*DATA RECORDS:*
★ ★ ★
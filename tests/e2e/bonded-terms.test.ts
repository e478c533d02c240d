import { afterAll, beforeAll, describe, expect, it } from 'vitest';
import { browserSession } from '../helpers/browser-session';
import { newMappingInPage } from '../helpers/page-mapping';

// The bonded-terms table in the editor, through the real client, server, collab socket and MariaDB:
// a bad value is refused in the row with a message and nothing is stored; a good one is stored in the
// draft and read back by the API; the missing-value check then names what is still unset.

const session = browserSession();
beforeAll(() => session.open());
afterAll(() => session.close());

describe('bonded terms in the editor', () => {
  it('refuses a negative force constant, stores a valid bond, and shows the missing-value checks', async () => {
    const page = await session.signedIn('modeller@example.org', 'beadloom-demo');
    const { mappingId } = await newMappingInPage(page, { molecule: 'Butane for bonded terms', smiles: 'CCCC', mapping: 'Two beads', resolution: '2:1' });
    await page.goto(`/mappings/${mappingId}`);
    await page.locator('[data-connection="live"]').waitFor();
    // Two beads joined by one bond: atoms 0–1 and 2–3 (butane's chain in openchemlib's order).
    for (const [a, b] of [[0, 1], [2, 3]]) {
      await page.locator(`[data-atom="${a}"]`).click();
      await page.locator(`[data-atom="${b}"]`).click({ modifiers: ['Shift'] });
      await page.keyboard.press('b');
    }
    // A row names its beads in the stored direction, which follows the (random) bead ids.
    const row = page.getByRole('form', { name: /^bond (B1–B2|B2–B1)$/ });
    await row.waitFor({ timeout: 15_000 });
    const label = (await row.getAttribute('aria-label'))!;
    await row.getByLabel(`Value of ${label} (nm)`).fill('0.41');
    await row.getByLabel(`Force constant of ${label} (kJ/mol/nm²)`).fill('-5');
    await row.getByRole('button', { name: 'Save' }).click();
    await row.getByRole('alert').filter({ hasText: /force constant lies from 0/ }).waitFor();
    const read = () => page.evaluate(async (id) => (await (await fetch(`/api/mappings/${id}/bonded-terms`)).json()) as { terms: { value: number | null; k: number | null }[]; exclusions: number | null }, mappingId);
    expect((await read()).terms[0]).toMatchObject({ value: null, k: null });

    await row.getByLabel(`Force constant of ${label} (kJ/mol/nm²)`).fill('1250');
    await row.getByRole('button', { name: 'Save' }).click();
    await expect.poll(async () => (await read()).terms[0], { timeout: 15_000 }).toMatchObject({ kind: 'bond', beads: label.slice('bond '.length).split('–'), value: 0.41, k: 1250 });
    // The table is started and the exclusion count is not set: an error-level check says so.
    await page.getByText('No exclusion count set.').waitFor({ timeout: 15_000 });
    await page.getByLabel('Exclusions (bonds apart, GROMACS nrexcl)').fill('1');
    await page.getByRole('form', { name: 'Exclusion count' }).getByRole('button', { name: 'Save' }).click();
    await expect.poll(async () => (await read()).exclusions, { timeout: 15_000 }).toBe(1);
  });
});
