/**
 * Each bead's centre as fixed weights over the molecule's points, so a frame costs one weighted sum
 * per bead. The weights are exactly those of the chemistry core's beadCentre (server/chem/centres.ts):
 * mass: w_a·m_a for an atom and w_a·m_h for each of its hydrogens; geometry: w_a for the atom and
 * each hydrogen; geometry-heavy: w_a for the atom only; the centre is the weighted mean.
 * tests/unit/trajectory/bead-weights.test.ts checks the two agree.
 */
import type { Mapping } from '../../src/shared/chem';
import type { Prepared } from '../chem/prepared';

export interface BeadWeights {
  /** Per bead: the points and their normalised weights (sum 1). */
  points: Int32Array[];
  weights: Float64Array[];
}

export function beadWeights(p: Prepared, mapping: Mapping): BeadWeights {
  const points: Int32Array[] = [];
  const weights: Float64Array[] = [];
  for (const bead of mapping.beads) {
    const ps: number[] = [];
    const ws: number[] = [];
    for (const { index, weight } of bead.atoms) {
      ps.push(index);
      ws.push(bead.centre === 'mass' ? weight * p.ownMass[index] : weight);
      if (bead.centre === 'geometry-heavy') continue;
      const first = p.hStart[index];
      for (let k = 0; k < p.hCount[index]; k++) {
        ps.push(first + k);
        ws.push(bead.centre === 'mass' ? weight * p.hMass[first - p.n + k] : weight);
      }
    }
    const total = ws.reduce((s, w) => s + w, 0);
    points.push(Int32Array.from(ps));
    weights.push(Float64Array.from(ws.map((w) => (total > 0 ? w / total : 0))));
  }
  return { points, weights };
}

/** Bead centres of one whole copy (xyz in molecule point order) into out at offset (3 per bead). */
export function centresOf(bw: BeadWeights, xyz: Float64Array, out: Float32Array | Float64Array, offset: number): void {
  for (let b = 0; b < bw.points.length; b++) {
    const ps = bw.points[b];
    const ws = bw.weights[b];
    let x = 0;
    let y = 0;
    let z = 0;
    for (let k = 0; k < ps.length; k++) {
      const i = 3 * ps[k];
      x += ws[k] * xyz[i];
      y += ws[k] * xyz[i + 1];
      z += ws[k] * xyz[i + 2];
    }
    out[offset + 3 * b] = x;
    out[offset + 3 * b + 1] = y;
    out[offset + 3 * b + 2] = z;
  }
}
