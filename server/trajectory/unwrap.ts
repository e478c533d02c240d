/**
 * Making a copy whole across periodic boundaries: walk the molecule's spanning forest
 * (molecule-graph.ts spanningOrder) and put each atom at the minimum image of its bond partner's
 * position. Bonds are much shorter than half a box edge, so the walk never picks a wrong image.
 *
 * This runs for every atom of every copy in every frame, so it allocates nothing and inlines the
 * minimum image (box.ts minimumImage: shift by c, then b, then a, each by round(d / edge) edges; a
 * rectangular box only skips the terms that are zero). The division is a multiplication by the
 * edge's inverse, which can differ from it in the last bit only, and so changes the shift only for a
 * bond of exactly half an edge (none: bonds are far shorter).
 */
import { type Box, isUsableBox } from './box';

/**
 * x, y, z: the whole system's coordinates (Å) as columns; atoms[base + p]: the reference atom at
 * molecule point p of this copy. Writes the copy's points, whole, in molecule order into out
 * (3 × points, interleaved).
 */
export function wholeCopy(x: ArrayLike<number>, y: ArrayLike<number>, z: ArrayLike<number>, atoms: Int32Array, base: number, order: Int32Array, via: Int32Array, box: Box | null, out: Float64Array): void {
  const periodic = isUsableBox(box);
  const ax = periodic ? box[0] : 0, by = periodic ? box[4] : 0, cz = periodic ? box[8] : 0;
  const bx = periodic ? box[3] : 0, cx = periodic ? box[6] : 0, cy = periodic ? box[7] : 0;
  const triclinic = bx !== 0 || cx !== 0 || cy !== 0;
  const iax = 1 / ax, iby = 1 / by, icz = 1 / cz;
  for (let k = 0; k < order.length; k++) {
    const p = order[k];
    const a = atoms[base + p];
    const from = via[p];
    if (from < 0 || !periodic) {
      out[3 * p] = x[a];
      out[3 * p + 1] = y[a];
      out[3 * p + 2] = z[a];
      continue;
    }
    const b = atoms[base + from];
    let dx = x[a] - x[b];
    let dy = y[a] - y[b];
    let dz = z[a] - z[b];
    // Most bonds cross no face: Math.round is skipped while the shift is 0 (t in [−0.5, 0.5)).
    let t = dz * icz;
    if (t >= 0.5 || t < -0.5) {
      const s = Math.round(t);
      if (triclinic) {
        dx -= s * cx;
        dy -= s * cy;
      }
      dz -= s * cz;
    }
    t = dy * iby;
    if (t >= 0.5 || t < -0.5) {
      const s = Math.round(t);
      if (triclinic) dx -= s * bx;
      dy -= s * by;
    }
    t = dx * iax;
    if (t >= 0.5 || t < -0.5) dx -= Math.round(t) * ax;
    out[3 * p] = out[3 * from] + dx;
    out[3 * p + 1] = out[3 * from + 1] + dy;
    out[3 * p + 2] = out[3 * from + 2] + dz;
  }
}
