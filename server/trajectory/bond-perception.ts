/**
 * Bonds of a reference system from one frame: covalent radii (covalent-radii.ts) with the minimum
 * image when a box is known, found with a cell list so the cost is linear in atoms. CONECT records,
 * when the file has them, are added as bonds as they are.
 */
import { type Box, isUsableBox, minimumImage } from './box';
import { bondRadius, BOND_TOLERANCE, MIN_BOND } from './covalent-radii';

export interface BondGraph {
  /** Neighbours of atom i: adj[start[i] … start[i + 1]). */
  start: Int32Array;
  adj: Int32Array;
}

/** xyz: interleaved coordinates (Å) of every atom; `subset` limits the search to these atoms. */
export function perceiveBonds(elements: string[], xyz: Float32Array | Float64Array, box: Box | null, extra: [number, number][] = [], subset?: Int32Array): BondGraph {
  const n = elements.length;
  const atoms = subset ?? Int32Array.from({ length: n }, (_, i) => i);
  const radius = new Float64Array(n).fill(-1);
  let rMax = 0;
  for (const i of atoms) {
    const r = bondRadius(elements[i]);
    if (r !== null) {
      radius[i] = r;
      rMax = Math.max(rMax, r);
    }
  }
  const cutoff = 2 * rMax + BOND_TOLERANCE;
  const pairs: number[] = [];
  for (const [a, b] of extra) if (a !== b && a >= 0 && b >= 0 && a < n && b < n) pairs.push(a, b);
  if (atoms.length > 0 && rMax > 0) {
    // Cell list over the atoms' bounding box (or the periodic box), cells at least one cut-off wide.
    let lo = [Infinity, Infinity, Infinity];
    let hi = [-Infinity, -Infinity, -Infinity];
    for (const i of atoms) for (let k = 0; k < 3; k++) {
      lo[k] = Math.min(lo[k], xyz[3 * i + k]);
      hi[k] = Math.max(hi[k], xyz[3 * i + k]);
    }
    const periodic = isUsableBox(box) && box[1] === 0 && box[2] === 0 && box[3] === 0 && box[5] === 0 && box[6] === 0 && box[7] === 0;
    if (periodic) {
      lo = [Math.min(lo[0], 0), Math.min(lo[1], 0), Math.min(lo[2], 0)];
      hi = [Math.max(hi[0], box[0]), Math.max(hi[1], box[4]), Math.max(hi[2], box[8])];
    }
    const dims = [0, 1, 2].map((k) => Math.max(1, Math.min(200, Math.floor((hi[k] - lo[k]) / cutoff))));
    const cellOf = (i: number): number => {
      let c = 0;
      for (let k = 0; k < 3; k++) {
        let q = Math.floor(((xyz[3 * i + k] - lo[k]) / (hi[k] - lo[k] || 1)) * dims[k]);
        q = Math.max(0, Math.min(dims[k] - 1, q));
        c = c * dims[k] + q;
      }
      return c;
    };
    const cells = new Map<number, number[]>();
    for (const i of atoms) {
      if (radius[i] < 0) continue;
      const c = cellOf(i);
      const list = cells.get(c);
      if (list) list.push(i);
      else cells.set(c, [i]);
    }
    const d = new Float64Array(3);
    const usable = isUsableBox(box);
    const seen = new Set<number>();
    for (const [c, list] of cells) {
      const cz = c % dims[2];
      const cy = Math.floor(c / dims[2]) % dims[1];
      const cx = Math.floor(c / (dims[1] * dims[2]));
      seen.clear();
      for (let dx = -1; dx <= 1; dx++) for (let dy = -1; dy <= 1; dy++) for (let dz = -1; dz <= 1; dz++) {
        let x = cx + dx;
        let y = cy + dy;
        let z = cz + dz;
        if (periodic) {
          x = (x + dims[0]) % dims[0];
          y = (y + dims[1]) % dims[1];
          z = (z + dims[2]) % dims[2];
        } else if (x < 0 || y < 0 || z < 0 || x >= dims[0] || y >= dims[1] || z >= dims[2]) continue;
        const other = (x * dims[1] + y) * dims[2] + z;
        if (other < c || seen.has(other)) continue;
        seen.add(other);
        const list2 = cells.get(other);
        if (!list2) continue;
        for (const i of list) for (const j of list2) {
          if (other === c && j <= i) continue;
          d[0] = xyz[3 * j] - xyz[3 * i];
          d[1] = xyz[3 * j + 1] - xyz[3 * i + 1];
          d[2] = xyz[3 * j + 2] - xyz[3 * i + 2];
          if (usable) minimumImage(box, d);
          const r2 = d[0] * d[0] + d[1] * d[1] + d[2] * d[2];
          const lim = radius[i] + radius[j] + BOND_TOLERANCE;
          if (r2 < lim * lim && r2 > MIN_BOND * MIN_BOND) pairs.push(i, j);
        }
      }
    }
  }
  return graphOf(n, pairs);
}

/** A bond graph from a flat list of pairs (duplicates dropped). */
export function graphOf(n: number, pairs: number[]): BondGraph {
  const keys = new Set<number>();
  const kept: number[] = [];
  for (let k = 0; k < pairs.length; k += 2) {
    const a = Math.min(pairs[k], pairs[k + 1]);
    const b = Math.max(pairs[k], pairs[k + 1]);
    const key = a * n + b;
    if (keys.has(key)) continue;
    keys.add(key);
    kept.push(a, b);
  }
  const start = new Int32Array(n + 1);
  for (const a of kept) start[a + 1]++;
  for (let i = 0; i < n; i++) start[i + 1] += start[i];
  const fill = start.slice(0, n);
  const adj = new Int32Array(kept.length);
  for (let k = 0; k < kept.length; k += 2) {
    adj[fill[kept[k]]++] = kept[k + 1];
    adj[fill[kept[k + 1]]++] = kept[k];
  }
  return { start, adj };
}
★ ★ ★
Within the material above, output exactly the lines from the one with "const weights: Float64Array[] = [];" through the one with "for (let k = 0; k < p.hCount[index];", end lines included, and nothing besides.

  const weights: Float64Array[] = [];
  for (const bead of mapping.beads) {
    const ps: number[] = [];
    const ws: number[] = [];
    for (const { index, weight } of bead.atoms) {
      ps.push(index);
      ws.push(bead.centre === 'mass' ? weight * p.ownMass[index] : weight);
      if (bead.centre === 'geometry-heavy') continue;
      const first = p.hStart[index];
      for (let k = 0; k < p.hCount[index]; k++) {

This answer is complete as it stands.